The final count of customers affected totaled 584,000 customers, or 13 percent of FPL's consumers. Of those, 66 percent had power restored within an hour, 90 percent within two hours and virtually all customers whose service was affected by this event had service restored by 4:30 p.m.
FPL and the federal government are doing further investigations in what led to Tuesday's incident, which touched off the chain reaction in the power grid.
FPL said the problem at the substation should not have brought down the power grid, and the Federal Energy Regulatory Commission wants to know if there were any violations of federal reliability rules governing the nationwide power grid.
The Wall Street Journal reported Wednesday the outage prompted federal regulators into the first investigation of its kind. It's one in which energy regulators can impose up to one-million dollar fines per violation if they find breaches of new reliability rules put in place after the huge blackout in the northeast in 2003.
FPL President Armando Olivera apologized for the incident in a conference Friday afternoon, also saying that the engineer has been placed "under suspension".
What did work, as it was designed, the utility says, was the safeguard system, which kept the sudden loss of power on the grid from spreading farther and wider and lasting much longer. Other power plants came online to make up for lost power, and within four hours virtually everyone had their lights back on.
The problem started shortly after 1 p.m. Tuesday as South Florida experienced heavy rain, but it was not immediately known if the weather was a contributing factor.
People near the substation, located near FPL's Miami offices, said they heard an explosion before the power died. A fire was reported at the substation afterward.
Apparently equipment meant to regulate the voltage at the substation failed, and the system that is put in place to isolate the problem failed to disconnect the substation from the rest of the system. FPL engineers are studying every element in its system for answers.
FPL told CBS4's Michael Williams that problem caused FPL officials to shut down two nuclear generators at Turkey Point, on Biscayne Bay east of Homestead, placing them out of service.
Once those units shut down, experts say that apparently left FPL without enough power to meet demand on a day when South Florida was flirting with record high temperatures, and that demand may have combined with the generator shutdown to black out customers across a large part of the state.
The problem disabled two major distribution lines, which stretch from South Florida to Daytona Beach.
FPL said that not all customers lost power at once, but that at the height of the outage, about 700,000 people were without power in FPL's service area, stretching from South Miami-Dade to Palm Beach County. About 3 million people in Florida were without power at some time during the afternoon.
Utility customers in parts of more than 30 counties experienced problems because they are interconnected with FPL's grid.

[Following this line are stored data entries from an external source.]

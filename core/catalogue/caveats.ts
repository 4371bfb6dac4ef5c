/**
 * Published values of the AISC Shapes Database v15.0 that the catalogue does not reproduce from
 * the same row's published dimensions, each with its reason, so that the catalogue entry, the
 * `part` command and the table check can say so instead of hiding the difference in a tolerance.
 * Found by measuring every row (core/catalogue/measure.ts; docs/catalogue-conventions.md has the
 * numbers and the rows outside tolerance that are NOT explained here: those are our rules' misses).
 * tests/catalogue/families.test.ts holds each entry here true against the published numbers.
 */

const SAME_DIMENSIONS = (twin: string, w: number, ownW: number): string =>
  `published weight inconsistent: the same d, bf, tw, tf and kdes as ${twin} (W ${w} lb/ft) but W ${ownW} lb/ft; one set of dimensions cannot give both weights`;

const BY_DESIGNATION: Readonly<Record<string, readonly string[]>> = {
  'M4X3.45': [SAME_DIMENSIONS('M4X3.2', 3.2, 3.45)],
  'M4X3.2': [SAME_DIMENSIONS('M4X3.45', 3.45, 3.2)],
  'C3X3.5': [
    'published weight not reproduced: the web and flange rectangles alone (d·tw + 2(bf − tw)·tf = 1.072 in²) are 4.2 % above W 3.5 lb/ft ÷ (490/144) = 1.029 in², before any root fillet',
  ],
};

/** Every angle (L, 2L): their plastic moduli do not follow from any radius rule we tried. */
const ANGLE_Z =
  'published plastic moduli Zx, Zy not reproduced: for the angles with published Z (L4X4X1/2, L6X4X3/8) the table is 1.5–1.9 % below the exact Z of the rebuilt legs with any root and toe radius tried, while A, I, S and r agree within 1 %';

/** The caveats of one catalogue designation of a family (empty when it has none). */
export function publishedCaveats(designation: string, family?: string): readonly string[] {
  const own = BY_DESIGNATION[designation] ?? [];
  return family === 'L' || family === '2L' ? [...own, ANGLE_Z] : own;
}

The blackout caused schools in Miami-Dade County to keep students in their classroom, halted service on Metrorail and Metromover, and sent traffic into confusion when hundreds of traffic signals were darkened by the outage.
As power slowly returned to parts of the region, students were allowed to leave schools, traffic lights returned to service, and train service resumed. Only a few Broward County schools were without power, but a similar lockdown was not in effect there.